Task to complete: Instruction for the entries that follow: retype exactly the lines from the line with "texts and traces" to the line with "def record(args, work: Path, name: str)", both included, and omit all others.

Stored entries
+++++
from moerun.cli import main as cli
from moerun.cli.report import pct, table
from moerun.files.trace import Trace, read_trace
from moerun.policies import LRU, Markov, Optimal, Orbit
from moerun.runtime.engine import default_model_dir
from moerun.sim import report as replay

ROOT = Path(__file__).resolve().parent.parent
CORPUS_TRAIN = ROOT / "data" / "corpus" / "train.txt"
PROMPTS = _bench.SESSION_PROMPTS  # one opener per register, and an empty document
# The grid the search walks (values per parameter); the class defaults are the starting point.
GRIDS = {}
GRIDS["markov"] = GRID = {
    "order": [1, 2, 3, 4, 5, 6],
    "gamma": [0.3, 0.5, 0.7],
    "horizon": [2, 4, 8, 12],
    "kappa": [0.5, 2.0, 8.0],
    "memory": [1, 2],
    "lam": [0.003, 0.01, 0.03],
    "w": [0.25, 0.5, 1.0, 2.0],
}
GRIDS["orbit"] = {
    "beta": [0.0, 0.1, 0.25, 0.5, 1.0],
    "w": [0.0, 0.1, 0.25, 0.5, 1.0],
    "kappa": [0.25, 0.5, 2.0, 8.0],
    "gamma": [0.3, 0.5, 0.7],
    "horizon": [2, 4, 8, 12],
    "memory": [0.25, 0.5, 0.75, 1.0],
    "lam": [0.003, 0.01, 0.03],
}
CLASSES = {"markov": Markov, "orbit": Orbit}
COSTLY_BY = {"markov": ("order", "horizon", "memory"), "orbit": ("horizon",)}


# ---------------------------------------------------------------------------- texts and traces


def first_bytes(docs: list[str], limit: int) -> list[str]:
    out, n = [], 0
    for d in docs:
        if n >= limit:
            break
        out.append(d)
        n += len(d.encode())
    return out


def texts(args, work: Path) -> dict:
    """Write the tuning and test texts into ``work``; say where they came from."""
    model = Path(args.model) if args.model else default_model_dir()
    heldout = model / "heldout.txt"
    tune_src = Path(args.tune_text) if args.tune_text else (CORPUS_TRAIN if CORPUS_TRAIN.is_file() else None)
    held_docs = _bench.split_docs(heldout.read_text(encoding="utf-8"))
    if tune_src is not None:
        tune_docs = first_bytes(_bench.split_docs(tune_src.read_text(encoding="utf-8")), args.tune_bytes)
        test_docs = held_docs
        tune_label = f"{tune_src} (first {sum(len(d.encode()) for d in tune_docs)} bytes, {len(tune_docs)} documents)"
        test_label = f"{heldout} (all {len(test_docs)} documents)"
    else:
        half = len(held_docs) // 2
        tune_docs, test_docs = held_docs[:half], held_docs[half:]
        tune_label = f"{heldout}, first half ({len(tune_docs)} documents)"
        test_label = f"{heldout}, second half ({len(test_docs)} documents)"
    (work / "tune.txt").write_text("".join(tune_docs), encoding="utf-8")
    (work / "test.txt").write_text("".join(test_docs), encoding="utf-8")
    return {"model": str(model), "tune": tune_label, "test": test_label}


def _quiet(argv: list[str]) -> None:
    with contextlib.redirect_stdout(io.StringIO()):
        code = cli.main(argv)
    if code != 0:
        raise SystemExit(f"moerun {' '.join(argv[:1])} failed with exit code {code}")


def record(args, work: Path, name: str) -> Trace:
    path = work / f"{name}.npz"
    if not path.exists():
        t0 = time.monotonic()
        _quiet(["record", *(["--model", args.model] if args.model else []), "--text", str(work / f"{name}.txt"), "--trace", str(path), "--json"])
        _bench.log(f"recorded {path} in {time.monotonic() - t0:.0f} s")
    else:
        _bench.log(f"reusing {path}")
    trace = read_trace(path)
    if trace.probs is None:
        raise SystemExit(f"{path} holds no router probabilities; delete it to record it again")
    return trace


def generations(args, work: Path) -> list[Trace]:
    out = []
    t0 = time.monotonic()
    for i, prompt in enumerate(args.prompts):
        for seed in args.seeds:
            path = work / f"gen_p{i}_s{seed}_n{args.gen_tokens}.npz"
            if not path.exists():
                _quiet(["generate", *(["--model", args.model] if args.model else []), "--prompt", prompt, "--seed", str(seed),
                        "--max-new", str(args.gen_tokens), "--trace", str(path), "--json"])
            out.append(read_trace(path))
    _bench.log(f"{len(out)} generation traces ready in {time.monotonic() - t0:.0f} s")
    return out


# ---------------------------------------------------------------------------- replay


SHARED = False  # --shared: slots are totals of one pool shared by all layers


def pool_hit_rates(traces: list[Trace], policy, slots: list[int], fast: bool = True) -> dict[int, float]:
    """Overall hit rate per quota (per layer, or per shared pool with --shared), counts summed over
    traces (each replayed from an empty pool)."""
    return _bench.hit_rates(traces, policy, slots, shared=SHARED, fast=fast)


def gap_share(pol: float, lru: float, opt: float) -> float | None:
    return (pol - lru) / (opt - lru) if opt - lru > 1e-12 else None


_TRACES: list[Trace] = []
_SLOTS: list[int] = []
_CLS = Markov


def _evaluate(params: dict) -> tuple[dict, dict[int, float], float]:
    t0 = time.monotonic()
    r = pool_hit_rates(_TRACES, _CLS.with_params(**params), _SLOTS, fast=False)
    return params, r, time.monotonic() - t0


def search(tune: Trace, slots: list[int], rounds: int, jobs: int, min_gain: float, name: str = "markov") -> tuple[dict, list[dict]]:
    """Coordinate descent over the policy's grid on the tuning trace; returns (best parameters, every evaluation)."""
    global _TRACES, _SLOTS, _CLS
    _TRACES, _SLOTS, _CLS = [tune], slots, CLASSES[name]
    GRID, COSTLY = GRIDS[name], COSTLY_BY[name]
    lru = pool_hit_rates([tune], LRU, slots)
    opt = pool_hit_rates([tune], Optimal, slots)

    def objective(r: dict[int, float]) -> float:
        return float(np.mean([gap_share(r[c], lru[c], opt[c]) for c in slots]))

    best = {k: getattr(_CLS, k) for k in GRID}
    seen: dict[tuple, dict[int, float]] = {}
    history = []
    ctx = mp.get_context("fork")
    with ctx.Pool(jobs) as pool:
        for rnd in range(rounds):
            changed = False
            for name, values in GRID.items():
                cands = [dict(best, **{name: v}) for v in values]
                todo = [c for c in cands if tuple(sorted(c.items())) not in seen]
                for params, r, dt in pool.imap(_evaluate, todo):
                    seen[tuple(sorted(params.items()))] = r
                    history.append({"params": params, "hit_rate": r, "objective": objective(r), "seconds": dt})
                    _bench.log(f"  round {rnd + 1} {name}={params[name]!s:<6} objective {100 * objective(r):5.1f}% of the gap  "
                        + " ".join(f"{c}:{100 * r[c]:.1f}%" for c in slots) + f"  ({dt:.0f} s)")
                score = {i: objective(seen[tuple(sorted(c.items()))]) for i, c in enumerate(cands)}
                if name in COSTLY:  # the cheapest value within min_gain of the best
                    top_score = max(score.values())
                    top = cands[min(i for i in score if score[i] >= top_score - min_gain / 100)]
                else:
                    top = max(cands, key=lambda c: (score[cands.index(c)], c == best))
                if top != best:
                    best, changed = top, True
            _bench.log(f"after round {rnd + 1}: {best}")
            if not changed:
                break
    return best, history


# ---------------------------------------------------------------------------- report


def shuffled(traces: list[Trace], seed: int) -> list[Trace]:
    return [replay.shuffled_trace(t, seed) for t in traces]


def report_set(label: str, traces: list[Trace], policy, slots: list[int], seed: int) -> dict:
    t0 = time.monotonic()
    lru = pool_hit_rates(traces, LRU, slots)
    pol = pool_hit_rates(traces, policy, slots, fast=False)
    opt = pool_hit_rates(traces, Optimal, slots)
    shuf = shuffled(traces, seed)
    lru_s = pool_hit_rates(shuf, LRU, slots)
    pol_s = pool_hit_rates(shuf, policy, slots, fast=False)
    rows = [
        {
            "slots": c,
            "lru": lru[c],
            "policy": pol[c],
            "optimal": opt[c],
            "gap_closed": gap_share(pol[c], lru[c], opt[c]),
            "lru_shuffled": lru_s[c],
            "policy_shuffled": pol_s[c],
        }
        for c in slots
    ]
    tokens = sum(t.n_tokens for t in traces)
    accesses = sum(int((t.experts[replay.prefill_tokens(t):] >= 0).sum()) for t in traces)
    _bench.log(f"reported {label} in {time.monotonic() - t0:.0f} s")
    return {"label": label, "traces": len(traces), "tokens": tokens, "decode_accesses": accesses, "rows": rows}


def render(doc: dict) -> str:
    lines = [
        f"model {doc['model']}; policy {doc['policy']} with {doc['params']}",
        f"tuned on: {doc['texts']['tune']}",
        f"objective: mean share of the lru-to-optimum gap closed at {doc['objective_slots']} "
        + ("slots of one pool shared by all layers" if doc["shared_pool"] else "slots per layer") + ", on the tuning trace only",
        "",
    ]
    for s in doc["sets"]:
        lines.append(f"{s['label']}: {s['traces']} trace(s), {s['tokens']} tokens, {s['decode_accesses']} decode accesses")
        head = ["pool slots" if doc["shared_pool"] else "slots/layer", "lru", doc["policy"], "optimum", "gap closed", "lru shuffled", f"{doc['policy']} shuffled"]
        rows = [[r["slots"], pct(r["lru"]), pct(r["policy"]), pct(r["optimal"]), pct(r["gap_closed"]), pct(r["lru_shuffled"]),
                 pct(r["policy_shuffled"])] for r in s["rows"]]
        lines.append(table(head, rows))
        lines.append("")
    lines.append("hit rate = 1 - misses / decode accesses, all layers; gap closed = (policy - lru) / (optimum - lru); "
                 "shuffled = the same decode tokens in a random order (seed 0)")
    return "\n".join(lines)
+++++
Response for this exercise:
# ---------------------------------------------------------------------------- texts and traces


def first_bytes(docs: list[str], limit: int) -> list[str]:
    out, n = [], 0
    for d in docs:
        if n >= limit:
            break
        out.append(d)
        n += len(d.encode())
    return out


def texts(args, work: Path) -> dict:
    """Write the tuning and test texts into ``work``; say where they came from."""
    model = Path(args.model) if args.model else default_model_dir()
    heldout = model / "heldout.txt"
    tune_src = Path(args.tune_text) if args.tune_text else (CORPUS_TRAIN if CORPUS_TRAIN.is_file() else None)
    held_docs = _bench.split_docs(heldout.read_text(encoding="utf-8"))
    if tune_src is not None:
        tune_docs = first_bytes(_bench.split_docs(tune_src.read_text(encoding="utf-8")), args.tune_bytes)
        test_docs = held_docs
        tune_label = f"{tune_src} (first {sum(len(d.encode()) for d in tune_docs)} bytes, {len(tune_docs)} documents)"
        test_label = f"{heldout} (all {len(test_docs)} documents)"
    else:
        half = len(held_docs) // 2
        tune_docs, test_docs = held_docs[:half], held_docs[half:]
        tune_label = f"{heldout}, first half ({len(tune_docs)} documents)"
        test_label = f"{heldout}, second half ({len(test_docs)} documents)"
    (work / "tune.txt").write_text("".join(tune_docs), encoding="utf-8")
    (work / "test.txt").write_text("".join(test_docs), encoding="utf-8")
    return {"model": str(model), "tune": tune_label, "test": test_label}


def _quiet(argv: list[str]) -> None:
    with contextlib.redirect_stdout(io.StringIO()):
        code = cli.main(argv)
    if code != 0:
        raise SystemExit(f"moerun {' '.join(argv[:1])} failed with exit code {code}")


def record(args, work: Path, name: str) -> Trace:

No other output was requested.